ACTIVITY:
Print every entry exactly as written.

Stored data entries:
# # # # # # #

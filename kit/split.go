package kit

import (
	"fmt"
	"io"
	"strings"

	"coilwright/cam/stl"
	"coilwright/cam/threemf"
	"coilwright/jig"
	"coilwright/jig/mesh"
	"coilwright/parts"
)

// planSplit plans a former taller than the print volume (but not wider)
// as sections that stack on the support rod, and says so in place of the
// former-size warning. A former that cannot be split keeps the warning.
func (k *Kit) planSplit() {
	s, pl := k.Source.Spec, k.Former
	if pl.FitsPrinter || len(pl.Problems) > 0 || pl.DiameterMM > s.Former.PrintWidthMM {
		return
	}
	if k.cutList.Dowel.OverFeed {
		k.Design.Warnings = append(k.Design.Warnings, parts.Warning{Code: "former-split", Message: "the former could not be split into sections: they stack on the support rod, and this kit has none (see rod-over-feed)"})
		return
	}
	// The sections ride on the rod: the former is bored for it, so the
	// lock hole and stop notch keep their wall from the rod; a centre
	// feed's bore is blind short of the lead channel (jig.FormerPlan.OnRod).
	rod := k.cutList.Dowel.DiameterMM
	onRod := pl.OnRod(rod)
	f, err := onRod.Former()
	var sp *jig.SplitPlan
	if err == nil {
		sp, err = f.Split(s.Former.PrintHeightMM, rod, onRod.Params)
	}
	if err != nil {
		k.Design.Warnings = append(k.Design.Warnings, parts.Warning{Code: "former-split", Message: "the former could not be split into sections: " + err.Error()})
		return
	}
	k.split, k.formerObj, k.onRod = sp, f, onRod
	for i, w := range k.Design.Warnings {
		if w.Code == "former-size" {
			k.Design.Warnings[i] = parts.Warning{Code: "former-size", Message: fmt.Sprintf(
				"the winding former is %.0f mm tall, more than the print volume's %s mm: it is written as %d sections (%s) of %.1f mm that stack on the Ø%s mm support rod, a key peg on each top face in the next one's socket",
				pl.HeightMM, num(s.Former.PrintHeightMM), len(sp.Sections), sectionNames(len(sp.Sections)), sp.Sections[0].Z1-sp.Sections[0].Z0, num(k.cutList.Dowel.DiameterMM))}
		}
	}
}

func sectionNames(n int) string {
	names := make([]string, n)
	for i := range names {
		names[i] = fmt.Sprintf("former-%d.stl", i+1)
	}
	return strings.Join(names, ", ")
}

// writeSections meshes each section of a split former, checks it, and
// writes former-N.stl and former-N.3mf.
func (k *Kit) writeSections(out Sink) error {
	s := k.Source.Spec
	opt := k.formerObj.MeshOptions(s.Former.ToleranceMM, true)
	for _, sec := range k.split.Sections {
		m, err := mesh.Mesh(sec.Solid, opt)
		if err != nil {
			return fmt.Errorf("former section %d: %w", sec.Number, err)
		}
		if _, err := mesh.CheckMesh(m, mesh.CheckOptions{Genus: sec.Genus}); err != nil {
			return fmt.Errorf("former section %d mesh: %w", sec.Number, err)
		}
		name := fmt.Sprintf("former-%d", sec.Number)
		header := stlHeader(fmt.Sprintf("coilwright former section %d of %d: %s", sec.Number, len(k.split.Sections), s.Kit))
		if err := out.Add(name+".stl", func(w io.Writer) error {
			return stl.WriteSTL(w, m, stl.STLOptions{Header: header})
		}); err != nil {
			return err
		}
		if err := out.Add(name+".3mf", func(w io.Writer) error {
			return threemf.Write3MF(w, m, threemf.ThreeMFOptions{Name: fmt.Sprintf("%s former section %d", s.Kit, sec.Number)})
		}); err != nil {
			return err
		}
	}
	return nil
}

// sectionAssembly is the paragraph the lock step opens with when the
// former is split.
func (k *Kit) sectionAssembly() string {
	sp := k.split
	n := len(sp.Sections)
	rod := ""
	for _, sec := range sp.Sections {
		if sec.Genus == 0 {
			// A centre feed's blind bore: the rod stops short of the
			// lead channel.
			rod = fmt.Sprintf(" The rod ends in section %d, which holds the feed lead's channel: its bore there is blind and stops a wall short of the channel, so push the rod home until it bottoms.", sec.Number)
		}
	}
	return fmt.Sprintf("This former is printed as %d sections, numbered on their top faces. Slide them onto the Ø%s mm support rod in order, section 1 (the flange) first, turning each until its socket drops over the key peg of the one below, and clamp the stack so the joints close: the groove runs on across each joint.%s Wind over the joints as if the former were one piece.",
		n, num(k.cutList.Dowel.DiameterMM), rod)
}

// printed returns the plan of the former as printed: bored for the
// support rod when it is split into sections.
func (k *Kit) printed() jig.FormerPlan {
	if k.split != nil {
		return k.onRod
	}
	return k.Former
}

// formerLead is the paragraph the lock step opens with when the former is
// not printed whole: the sections' assembly, or, for a former no printer
// section takes, winding on a turned mandrel instead.
func (k *Kit) formerLead() string {
	switch {
	case k.split != nil:
		return k.sectionAssembly()
	case !k.Former.FitsPrinter:
		return fmt.Sprintf("No former is printed for this coil: at %.0f mm across and %.0f mm tall it does not fit the print volume. Wind on a turned or built-up mandrel instead, its wire-centre diameters as in the Former (mm) column of design.md's wire and winding table, with a hole for the lock end at the start and a pencil line for the pitch; the steps below read the same with the mandrel in place of the former.",
			k.Former.DiameterMM, k.Former.HeightMM)
	}
	return ""
}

# # # # # # #

EXERCISE SOLUTION:
filename kit/split.go
package kit

import (
	"fmt"
	"io"
	"strings"

	"coilwright/cam/stl"
	"coilwright/cam/threemf"
	"coilwright/jig"
	"coilwright/jig/mesh"
	"coilwright/parts"
)

// planSplit plans a former taller than the print volume (but not wider)
// as sections that stack on the support rod, and says so in place of the
// former-size warning. A former that cannot be split keeps the warning.
func (k *Kit) planSplit() {
	s, pl := k.Source.Spec, k.Former
	if pl.FitsPrinter || len(pl.Problems) > 0 || pl.DiameterMM > s.Former.PrintWidthMM {
		return
	}
	if k.cutList.Dowel.OverFeed {
		k.Design.Warnings = append(k.Design.Warnings, parts.Warning{Code: "former-split", Message: "the former could not be split into sections: they stack on the support rod, and this kit has none (see rod-over-feed)"})
		return
	}
	// The sections ride on the rod: the former is bored for it, so the
	// lock hole and stop notch keep their wall from the rod; a centre
	// feed's bore is blind short of the lead channel (jig.FormerPlan.OnRod).
	rod := k.cutList.Dowel.DiameterMM
	onRod := pl.OnRod(rod)
	f, err := onRod.Former()
	var sp *jig.SplitPlan
	if err == nil {
		sp, err = f.Split(s.Former.PrintHeightMM, rod, onRod.Params)
	}
	if err != nil {
		k.Design.Warnings = append(k.Design.Warnings, parts.Warning{Code: "former-split", Message: "the former could not be split into sections: " + err.Error()})
		return
	}
	k.split, k.formerObj, k.onRod = sp, f, onRod
	for i, w := range k.Design.Warnings {
		if w.Code == "former-size" {
			k.Design.Warnings[i] = parts.Warning{Code: "former-size", Message: fmt.Sprintf(
				"the winding former is %.0f mm tall, more than the print volume's %s mm: it is written as %d sections (%s) of %.1f mm that stack on the Ø%s mm support rod, a key peg on each top face in the next one's socket",
				pl.HeightMM, num(s.Former.PrintHeightMM), len(sp.Sections), sectionNames(len(sp.Sections)), sp.Sections[0].Z1-sp.Sections[0].Z0, num(k.cutList.Dowel.DiameterMM))}
		}
	}
}

func sectionNames(n int) string {
	names := make([]string, n)
	for i := range names {
		names[i] = fmt.Sprintf("former-%d.stl", i+1)
	}
	return strings.Join(names, ", ")
}

// writeSections meshes each section of a split former, checks it, and
// writes former-N.stl and former-N.3mf.
func (k *Kit) writeSections(out Sink) error {
	s := k.Source.Spec
	opt := k.formerObj.MeshOptions(s.Former.ToleranceMM, true)
	for _, sec := range k.split.Sections {
		m, err := mesh.Mesh(sec.Solid, opt)
		if err != nil {
			return fmt.Errorf("former section %d: %w", sec.Number, err)
		}
		if _, err := mesh.CheckMesh(m, mesh.CheckOptions{Genus: sec.Genus}); err != nil {
			return fmt.Errorf("former section %d mesh: %w", sec.Number, err)
		}
		name := fmt.Sprintf("former-%d", sec.Number)
		header := stlHeader(fmt.Sprintf("coilwright former section %d of %d: %s", sec.Number, len(k.split.Sections), s.Kit))
		if err := out.Add(name+".stl", func(w io.Writer) error {
			return stl.WriteSTL(w, m, stl.STLOptions{Header: header})
		}); err != nil {
			return err
		}
		if err := out.Add(name+".3mf", func(w io.Writer) error {
			return threemf.Write3MF(w, m, threemf.ThreeMFOptions{Name: fmt.Sprintf("%s former section %d", s.Kit, sec.Number)})
		}); err != nil {
			return err
		}
	}
	return nil
}

// sectionAssembly is the paragraph the lock step opens with when the
// former is split.
func (k *Kit) sectionAssembly() string {
	sp := k.split
	n := len(sp.Sections)
	rod := ""
	for _, sec := range sp.Sections {
		if sec.Genus == 0 {
			// A centre feed's blind bore: the rod stops short of the
			// lead channel.
			rod = fmt.Sprintf(" The rod ends in section %d, which holds the feed lead's channel: its bore there is blind and stops a wall short of the channel, so push the rod home until it bottoms.", sec.Number)
		}
	}
	return fmt.Sprintf("This former is printed as %d sections, numbered on their top faces. Slide them onto the Ø%s mm support rod in order, section 1 (the flange) first, turning each until its socket drops over the key peg of the one below, and clamp the stack so the joints close: the groove runs on across each joint.%s Wind over the joints as if the former were one piece.",
		n, num(k.cutList.Dowel.DiameterMM), rod)
}

// printed returns the plan of the former as printed: bored for the
// support rod when it is split into sections.
func (k *Kit) printed() jig.FormerPlan {
	if k.split != nil {
		return k.onRod
	}
	return k.Former
}

// formerLead is the paragraph the lock step opens with when the former is
// not printed whole: the sections' assembly, or, for a former no printer
// section takes, winding on a turned mandrel instead.
func (k *Kit) formerLead() string {
	switch {
	case k.split != nil:
		return k.sectionAssembly()
	case !k.Former.FitsPrinter:
		return fmt.Sprintf("No former is printed for this coil: at %.0f mm across and %.0f mm tall it does not fit the print volume. Wind on a turned or built-up mandrel instead, its wire-centre diameters as in the Former (mm) column of design.md's wire and winding table, with a hole for the lock end at the start and a pencil line for the pitch; the steps below read the same with the mandrel in place of the former.",
			k.Former.DiameterMM, k.Former.HeightMM)
	}
	return ""
}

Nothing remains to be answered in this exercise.